To be charitable, maybe the idea of taking on a goofy old codger like Hootie Johnson appeals to The Times as sort of a schoolyard-bully alternative to all the should-we or shouldn't-we regarding Iraq. It could be stress release, a break from all the heavy lifting.
But this story has far outlived its importance. This isn't Martin Luther King Jr. marching on Washington, and it never will be. This is a stodgy old club composed of the quietly mega-rich, doing their own thing on their own time in their own place.
As far as causes go, they're playing golf, for heaven's sake. Golf. If they don't let you in, start your own club and leave them out.
This Week's List
Just when you thought sports-talk radio couldn't get any stranger, or any worse: "Let's go to Line 3 -- Brenda from St. Louis, you're on the air."
Quick translation of Brenda Warner's message: "Don't be trying to divide Kurt from Mike Martz; instead, let me do it for you."
As far as explanations go, it lets Bengals management off the hook pretty easily: Jon Kitna says, "I know that God is in complete control. For whatever reason right now, this is what is best for us."
How about "GO AWAY!" -- isn't that catchy?: At NBA.com/espanol you can help Andres Cantor pick out a basketball-related scream that does justice to his soccer yelps.
Changing the game, one scramble at a time: Michael Vick.
Just for the heck of it: Ed Nealy.
The worst ticket in sports: A Portland Trail Blazers season ticket.
Just imagine: You shell out a few grand, submit yourself to the torture of watching them go through the motions, then you get the added pleasure of waking up the next morning to read about how they were yukking it up in the locker room after Wednesday's loss.
When you're passing out your mid-season NBA awards, reserve a special spot for this one: The Cavaliers allowed 125 points to the Knicks.
Next week, they'll blow the lid off the budding race-walking scandal: The cover story in USA Today's sports section on Wednesday examined the troubling ease with which American bowlers are racking up 300 games.
Somewhere, somehow, for some reason: Kevin Harlan is yelling.
The only person missing was the junior-high drama teacher: A great milestone, sure, but stopping the game for Tim Brown's 1,000th catch and inviting the extended family to the 50-yard line was a little overheated.

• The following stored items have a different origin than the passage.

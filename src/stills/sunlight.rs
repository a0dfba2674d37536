//! Where the sunlight on a basin still's cover goes, hour by hour: reflected by the cover,
//! absorbed in it, lost to dust and condensate, caught by the inner walls, reflected by the
//! water surface, absorbed in the brine or on the liner, or reflected back out.
//!
//! Everything here is computed once per weather record (never inside a Newton iteration)
//! and is a pure function of the geometry, the materials and the sun.

use crate::physics::irradiance::PlaneIrradiance;
use crate::physics::optics::{
    WATER_REFRACTIVE_INDEX, brine_absorbed_fraction, cover_optics,
    diffuse_equivalent_incidence_rad, refraction_angle_rad, water_surface_reflectance,
};
use crate::physics::sun::SunPosition;

/// Cross-section of a single-slope enclosure, the part above the brine surface.
///
/// The basin floor is `width_m` deep (front to back) and `length_m` long. The cover rises
/// from the top of the front wall to the top of the back wall at `tilt_rad`, so the back wall
/// is `width · tan(tilt)` taller than the front wall. Heights are measured from the brine
/// surface, i.e. the wall heights less the brine depth.
#[derive(Debug, Clone, Copy, PartialEq)]
pub struct Enclosure {
    /// Front-to-back size of the basin W \[m\].
    pub width_m: f64,
    /// Length along the cover's lower edge L \[m\].
    pub length_m: f64,
    /// Cover tilt β \[rad\].
    pub tilt_rad: f64,
    /// Front wall above the brine h_f \[m\] (≥ 0).
    pub front_above_brine_m: f64,
}

impl Enclosure {
    /// Back wall above the brine h_b = h_f + W·tan β \[m\].
    pub fn back_above_brine_m(&self) -> f64 {
        self.front_above_brine_m + self.width_m * self.tilt_rad.tan()
    }

    /// Mean height of the cover above the brine \[m\] (the mean vapour path).
    pub fn mean_gap_m(&self) -> f64 {
        0.5 * (self.front_above_brine_m + self.back_above_brine_m())
    }

    /// Area of the inner walls above the brine: front, back and the two trapezoidal end
    /// walls \[m²\].
    pub fn wall_area_m2(&self) -> f64 {
        let hf = self.front_above_brine_m;
        let hb = self.back_above_brine_m();
        (hf + hb) * self.length_m + (hf + hb) * self.width_m
    }
}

Logic tells you one thing, reality another: The Lakers aren't making it happen, and there's a chance they won't.
So, before you go and criticize Larry Walker, Matt Williams or Phil Nevin, answer this question: Why would a team reveal that a player with a no-trade clause -- a clause the team itself agreed upon -- refused a trade?
Even if you pride yourself on not giving a damn about public relations, sometimes you have to swallow hard and be a human being: The Packers' Chad Clifton is said to be three or four weeks away from walking, and Warren Sapp has still made no attempt to contact him.
And finally, pretty soon he'll be down to only Dennis Franz: Allen Iverson says he's concerned with "only a few" police officers.